Yup i use the 2kg one.


----------



## Hackerman (Mar 1, 2015)

Even if that bulb exploded, I doubt it would break the tempered hood glass in my air cooled hood.


----------



## Kraven (Mar 1, 2015)

Ahh never considered that, I just run a reflector hood (not air cooled) so there is just a naked bulb....maybe time to think about an air cooled hood? Might be safer?


----------



## zem (Mar 1, 2015)

It's cool that you cleared that out Hackerman. Kravenhead got me thinking that i had a time bomb inside my closed hood lol mine has no air cooling but is in closed fixture with tempered glass cover.


----------



## Dr. Green Fang (Mar 1, 2015)

Phew! Thanks Hackerman! I was thinking about that too!!! hahaha 

I have very good air cooled hoods, and last I knew they were supposed to be rather "resistant" to fire.


----------



## NorCalHal (Mar 3, 2015)

I have had a few bulbs explode in my time, mostly MH, a couple of HPS.
The problem I saw with the bulbs exploding in a sealed air cooled hood was the hot glass was blown into the ductwork and melted thru, hitting the Grow table and scorching it a bit.
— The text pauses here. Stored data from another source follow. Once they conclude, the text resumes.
"""The design file: owns its schema (schema 1), validation, defaults, the frozen Design in SI units,
the canonical form and the document ID. It does no physics and no output.

Data flow: text --yamlread.parse--> Document (values + line numbers) --validate--> Design.
Every problem is a DesignError naming the file, the key, its line and what is wrong.
"""

from __future__ import annotations

import dataclasses
import difflib
import functools
import hashlib
import json
import math
import os
import re
import subprocess
import unicodedata
from dataclasses import dataclass, field
from datetime import date, datetime, timezone

from buildsheet import units
from buildsheet.catalog import catalog, countries, national_bands
from buildsheet.errors import BuildsheetError, DesignError, one_line
from buildsheet.yamlread import Document, parse, read_text

SCHEMA = 1
C0 = 299_792_458.0

F_MIN_HZ = 1.8e6
F_MAX_HZ = 450e6
#: frequencies a measured or datasheet loss point may be given at
LOSS_F_MIN_HZ = 1e6
LOSS_F_MAX_HZ = 3e9

# Defaults, written as a user would write them, applied in one place (_with_defaults) and listed in the
# README (a test checks the README table against this mapping).  Region-dependent defaults are
# functions of the region.
DEFAULTS: dict[str, object] = {
    "title": "(the name)",
    "band": "(the amateur band containing `frequency` in `region`)",
    "region": 2,
    "country": "(none: the ITU table of `region`)",
    "radiator.material": "copper",
    "radiator.insulation": "bare",
    "stub.conductor_material": "copper",
    "feed.coax": "RG-8X",
    "feed.impedance": "(the coax's impedance)",
    "feed.length": "15 m",
    "feed.choke_form": "110 mm",
    "site.slope": "30 deg (sloper only)",
    "site.ground": "average",
    "power.transmitter": "100 W",
    "power.mode": "ssb",
    "power.on_air": "100 %",
    "power.exposure_standard": "us-fcc in region 2, icnirp-2020 elsewhere",
    "output.units": "imperial in region 2, metric elsewhere",
    "output.paper": "letter in region 2, a4 elsewhere",
    "calibration": "{} (none)",
    "record": "[] (none)",
}

ORIENTATIONS = ("horizontal", "sloper", "vertical")
EXPOSURE_STANDARDS = ("us-fcc", "icnirp-2020")
UNIT_SYSTEMS = ("imperial", "metric")
PAPERS = ("letter", "a4")
CALIBRATION_PARAMETERS = ("radiator_scale", "end_resistance_scale", "stub_velocity_scale")

# The schema: for each mapping, its keys.  Nested mappings are dicts; leaves are None.
_SCHEMA: dict = {
    "buildsheet": None, "name": None, "title": None, "frequency": None, "band": None, "region": None,
    "country": None,
    "radiator": {"wire": None, "material": None, "insulation": None},
    "stub": {"line": None, "conductor_material": None},
    "feed": {"coax": None, "impedance": None, "length": None, "choke_form": None},
    "site": {"orientation": None, "height": None, "slope": None, "ground": None},
    "power": {"transmitter": None, "mode": None, "on_air": None, "exposure_standard": None},
    "output": {"units": None, "paper": None},
    "calibration": None,
    "record": None,
}
_REQUIRED = ("buildsheet", "name", "frequency", "radiator.wire", "stub.line", "site.orientation",
             "site.height")
_LINE_GEOMETRY_KEYS = ("spacing", "conductor", "dielectric", "material")
_LINE_NOMINAL_KEYS = ("impedance", "velocity_factor", "loss", "spacing", "conductor")
_RECORD_KEYS = ("date", "site", "radiator", "stub", "tap", "resonance", "swr", "note")
_NAME_RE = re.compile(r"[a-z0-9](?:[a-z0-9-]{0,62}[a-z0-9])?\Z")
#: longest text read as a quantity; "16' 4-3/8\"" or "1.6277 mm" are far shorter, and the number
#: parsers are not handed thousands of digits
MAX_QUANTITY_CHARS = 64
#: Unicode categories refused in text printed on the sheet: control characters (tab excepted),
#: lone surrogates (not encodable), line and paragraph separators
_BAD_TEXT_CATEGORIES = ("Cc", "Cs", "Zl", "Zp")


# ----------------------------------------------------------------------------------------------
# The validated design (SI units, defaults filled)

@dataclass(frozen=True)
class Radiator:
    """The radiator wire: diameter_m, the gauge as written (label), conductor and insulation.
    velocity_factor_spread (low, high) and spread_source: the catalogue jacket's range of velocity
    factors and where it comes from; None for bare wire and for a figure given in the design file
    (insulation 'custom': the builder's own)."""
    diameter_m: float
    label: str
    material: str
    conductivity_s_m: float
    insulation: str
    velocity_factor: float
    velocity_factor_spread: tuple | None = None
    spread_source: str = ""


@dataclass(frozen=True)
class StubLine:
    """The stub's two-wire line.  kind 'nominal': a manufactured line given by measured Z0, VF and
    loss; kind 'geometry': computed from spacing, conductor and dielectric.  spacing_m and
    conductor_diameter_m are known for both (typical values for catalogue lines).
    velocity_factor_spread (low, high) and spread_source: a catalogue line's range of velocity
    factors and where it comes from; None for a line given in the design file (by measured figures:
    the builder's own; by geometry: computed)."""
    kind: str
    name: str
    spacing_m: float
    conductor_diameter_m: float
    conductor_material: str
    conductivity_s_m: float
    z0_ohm: float | None
    velocity_factor: float | None
    loss_db_per_100ft: tuple
    dielectric: str
    eps_r: float
    tan_delta: float
    source: str
    velocity_factor_spread: tuple | None = None
    spread_source: str = ""


@dataclass(frozen=True)
class Feed:
    coax: str
    coax_z0_ohm: float
    coax_velocity_factor: float
    coax_outer_diameter_m: float
    coax_loss_db_per_100ft: tuple
    impedance_ohm: float
    length_m: float
    choke_form_m: float


@dataclass(frozen=True)
class Site:
    orientation: str
    height_m: float
    slope_rad: float
    ground: str
    ground_kind: str
    permittivity: float
    conductivity_s_m: float


@dataclass(frozen=True)
class Power:
    transmitter_w: float
    mode: str
    duty_factor: float
    on_air: float
    exposure_standard: str


@dataclass(frozen=True)
class Output:
    units: str
    paper: str


@dataclass(frozen=True)
class Calibration:
    """Fitted model parameters written by `fit --write` (empty: the model as published)."""
    radiator_scale: float = 1.0
    end_resistance_scale: float = 1.0
    stub_velocity_scale: float = 1.0
    source: str = ""
    date: str = ""

    @property
    def is_empty(self) -> bool:
        return (self.radiator_scale, self.end_resistance_scale, self.stub_velocity_scale) == (1.0, 1.0, 1.0)


@dataclass(frozen=True)
class RecordEntry:
    """One as-built entry; lengths in m, resonance in Hz, None where not measured."""
    date: str
    site: str | None = None
    radiator_m: float | None = None
    stub_m: float | None = None
    tap_m: float | None = None
    resonance_hz: float | None = None
    swr: float | None = None
    note: str | None = None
It defiantly won't bust the tempered glass, but it can still burn thru the ducting.
Just an additional watchout.


----------



## Dr. Green Fang (Mar 3, 2015)

Ahhhh!!! Back to scared!


----------



## zem (Mar 4, 2015)

Dr. Green Fang said:


> Ahhhh!!! Back to scared!



 gladly i have no aircooled hood so theres no ducting and its fully enclosed. if i was to add air cooled duct i would definitely make the attachment with the bulb solid in a way to prevent any penetrating hot glass.


----------



## Kraven (Mar 4, 2015)

NorCalHal said:


> I have had a few bulbs explode in my time, mostly MH, a couple of HPS.
> The problem I saw with the bulbs exploding in a sealed air cooled hood was the hot glass was blown into the ductwork and melted thru, hitting the Grow table and scorching it a bit. It defiantly won't bust the tempered glass, but it can still burn thru the ducting.
> Just an additional watchout.



Thanks NorCal....just thought I was one of the few that has had that problem in the past. It was enough for me to invest in fire protection, and now I have zero worries.


----------